BEGIN Exercise material

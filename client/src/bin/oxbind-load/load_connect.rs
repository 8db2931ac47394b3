//! The Connect protocol's side of `oxbind-load`: unary calls as
//! `POST /oxbind.v1.<Service>/<Method>` with a bare `application/json` or
//! `application/proto` body and `connect-protocol-version: 1`, as API.md
//! section 8 and the Connect protocol reference
//! (<https://connectrpc.com/docs/protocol>, "Unary-Request") describe them.
//!
//! Each connection is one `reqwest` client that speaks HTTP/2 with prior
//! knowledge (h2c, plaintext), so `--connections N` means N HTTP/2
//! connections, as it does for gRPC. A non-200 answer is an error counted
//! under the gRPC name of its Connect `code` (`invalid_argument` is counted
//! as `INVALID_ARGUMENT`, as a gRPC caller would count it); an error answer
//! without a Connect error body is counted under the code its HTTP status
//! stands for.

use std::time::Duration;

use oxbind_client::{code_name, Code};
use prost::bytes::Bytes;
use reqwest::{
    header::{HeaderValue, CONTENT_TYPE},
    StatusCode,
};
use serde::Deserialize;

use crate::{load::Encoding, load_wire::BadAnswer, Failure};

/// The Connect protocol version header and its one value.
const PROTOCOL_VERSION: (&str, &str) = ("connect-protocol-version", "1");

/// The header that carries the call's deadline in milliseconds.
const TIMEOUT_HEADER: &str = "connect-timeout-ms";

/// Largest `connect-timeout-ms` the protocol allows (at most 10 digits).
const MAX_TIMEOUT_MS: u128 = 9_999_999_999;

/// The call each connection makes once before the first measured call, to
/// open it and to learn that the server speaks Connect: a v1 RPC every
/// server serves, whose request is empty.
const OPENING_PATH: &str = "/oxbind.v1.ModelCatalogService/ListModels";

/// How long opening a connection may take.
const CONNECT_TIMEOUT: Duration = Duration::from_secs(5);

/// Open `count` HTTP/2 connections to `server` (one client each), each
/// checked with one Connect call in `encoding`.
pub(crate) async fn open_clients(
    server: &str,
    count: u32,
    encoding: Encoding,
    opening_body: Bytes,
) -> Result<Vec<reqwest::Client>, Failure> {
    let url = format!("{}{OPENING_PATH}", server.trim_end_matches('/'));
    let mut clients = Vec::with_capacity(count as usize);
    for _ in 0..count {
        let client = reqwest::Client::builder()
            .http2_prior_knowledge()
            .tcp_nodelay(true)
            .connect_timeout(CONNECT_TIMEOUT)
            .user_agent(concat!("oxbind-load/", env!("CARGO_PKG_VERSION")))
            .build()
            .map_err(|e| Failure::Other(format!("HTTP client: {e}")))?;
        let response = client
            .post(&url)
            .header(CONTENT_TYPE, encoding.content_type())
            .header(PROTOCOL_VERSION.0, PROTOCOL_VERSION.1)
            .timeout(CONNECT_TIMEOUT)
            .body(opening_body.clone())
            .send()
            .await
            .map_err(|e| Failure::Other(format!("cannot connect to {server}: {e}")))?;
        let status = response.status();
        // The answer is read whole, so that the connection is free again.
        let _ = response.bytes().await;
        if status != StatusCode::OK {
            return Err(Failure::Other(format!(
                "{server} did not answer a Connect call (POST {OPENING_PATH}, {}): HTTP {status}",
                encoding.content_type()
            )));
        }
        clients.push(client);
    }
    Ok(clients)
}

/// One task's caller of one RPC over one connection.
#[derive(Debug, Clone)]
pub(crate) struct Caller {
    client: reqwest::Client,
    url: String,
    encoding: Encoding,
    timeout: Duration,
    timeout_ms: HeaderValue,
}

impl Caller {
    /// A caller of the RPC at `path` on `server`, through `client`.
    pub(crate) fn new(
        client: reqwest::Client,
        server: &str,
        path: &str,
        encoding: Encoding,
        timeout: Duration,
    ) -> Self {
        let millis = timeout.as_millis().clamp(1, MAX_TIMEOUT_MS);
        Self {
            client,
            url: format!("{}{path}", server.trim_end_matches('/')),
            encoding,
            timeout,
            timeout_ms: HeaderValue::from(millis as u64),
        }
    }

    /// Send one request body; the answer's body, or the label of the error
    /// it is counted under. The whole call, answer read included, is bounded
    /// by the timeout: past it, the call is DEADLINE_EXCEEDED.
    pub(crate) async fn call(&self, body: Bytes) -> Result<Bytes, &'static str> {
        tokio::time::timeout(self.timeout, self.exchange(body))
            .await
            .unwrap_or(Err(code_name(Code::DeadlineExceeded)))
    }

    async fn exchange(&self, body: Bytes) -> Result<Bytes, &'static str> {
        let response = self
            .client
            .post(&self.url)
            .header(CONTENT_TYPE, self.encoding.content_type())
            .header(PROTOCOL_VERSION.0, PROTOCOL_VERSION.1)
            .header(TIMEOUT_HEADER, self.timeout_ms.clone())
            .body(body)
            .send()
            .await
            .map_err(transport_error)?;
        let status = response.status();
        let content_type_ok = response
            .headers()
            .get(CONTENT_TYPE)
            .and_then(|v| v.to_str().ok())
            .and_then(|v| v.split(';').next())
            .is_some_and(|media_type| {
                media_type
                    .trim()
                    .eq_ignore_ascii_case(self.encoding.content_type())
            });
        let bytes = response.bytes().await.map_err(transport_error)?;
        if status != StatusCode::OK {
            return Err(error_label(status, &bytes));
        }
        if !content_type_ok {
            return Err(BadAnswer::Malformed.label());
        }
        Ok(bytes)
    }
}

/// A call that got no answer before its deadline: the connection failed.
fn transport_error(_: reqwest::Error) -> &'static str {
    code_name(Code::Unavailable)
}

/// The body of a Connect error answer, as far as it is counted.
#[derive(Deserialize)]
struct ErrorBody {
    code: String,
}

/// The label of a non-200 answer: the gRPC name of its Connect `code`, or,
/// without a Connect error body, of the code its HTTP status stands for.
fn error_label(status: StatusCode, body: &[u8]) -> &'static str {
    let code = serde_json::from_slice::<ErrorBody>(body)
        .ok()
        .and_then(|error| code_from_connect_name(&error.code))
        .unwrap_or_else(|| code_from_http_status(status));
    code_name(code)
}

/// The status code a Connect error `code` names: the gRPC name in lower
/// case, but for `canceled` (Connect protocol reference, "Error Codes").
fn code_from_connect_name(name: &str) -> Option<Code> {
    if name == "canceled" {
        return Some(Code::Cancelled);
    }
    (1..=16)
        .map(Code::from)
        .filter(|code| *code != Code::Cancelled)
        .find(|code| code_name(*code).to_ascii_lowercase() == name)
}

/// The code an HTTP error status stands for when the answer has no Connect
/// error body: the gRPC project's table (grpc/grpc, doc/http-grpc-status-
/// mapping.md), which the Connect protocol adopted for this case (Connect
/// RFC 003, "Amend Connect HTTP codes", 2024).
fn code_from_http_status(status: StatusCode) -> Code {
    match status.as_u16() {
        400 => Code::Internal,
        401 => Code::Unauthenticated,
        403 => Code::PermissionDenied,
        404 => Code::Unimplemented,
        429 | 502 | 503 | 504 => Code::Unavailable,
        _ => Code::Unknown,
    }
}

#[cfg(test)]
mod tests {
    use super::*;

    #[test]
    fn a_connect_error_is_counted_under_its_grpc_name() {
        let body =
            br#"{"code":"invalid_argument","message":"po2.value must lie in ...","details":[]}"#;
        assert_eq!(
            error_label(StatusCode::BAD_REQUEST, body),
            "INVALID_ARGUMENT"
        );
        assert_eq!(
            error_label(
                StatusCode::TOO_MANY_REQUESTS,
                br#"{"code":"resource_exhausted"}"#
            ),
            "RESOURCE_EXHAUSTED"
        );
        assert_eq!(
            error_label(
                StatusCode::from_u16(499).unwrap(),
                br#"{"code":"canceled"}"#
            ),
            "CANCELLED"
        );
        // Every code's Connect name is read back as that code.
        for number in 1..=16 {
            let code = Code::from(number);
            let name = match code {
                Code::Cancelled => "canceled".to_owned(),
                other => code_name(other).to_ascii_lowercase(),
            };
            assert_eq!(code_from_connect_name(&name), Some(code), "{name}");
        }
    }

    #[test]
    fn an_error_without_a_connect_body_is_counted_by_its_http_status() {
        assert_eq!(
            error_label(StatusCode::BAD_GATEWAY, b"<html>"),
            "UNAVAILABLE"
        );
        assert_eq!(error_label(StatusCode::NOT_FOUND, b""), "UNIMPLEMENTED");
        assert_eq!(
            error_label(StatusCode::BAD_REQUEST, br#"{"code":"no_such_code"}"#),
            "INTERNAL"
        );
        assert_eq!(
            error_label(StatusCode::UNSUPPORTED_MEDIA_TYPE, b""),
            "UNKNOWN"
        );
        // The gRPC spelling is not the Connect name.
        assert_eq!(code_from_connect_name("cancelled"), None);
        assert_eq!(code_from_connect_name("INVALID_ARGUMENT"), None);
    }
}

END Exercise material

Required action ->
Would you please copy all lines in the data that contain the word "HeaderValue"?

Output below ->
    header::{HeaderValue, CONTENT_TYPE},
    timeout_ms: HeaderValue,
            timeout_ms: HeaderValue::from(millis as u64),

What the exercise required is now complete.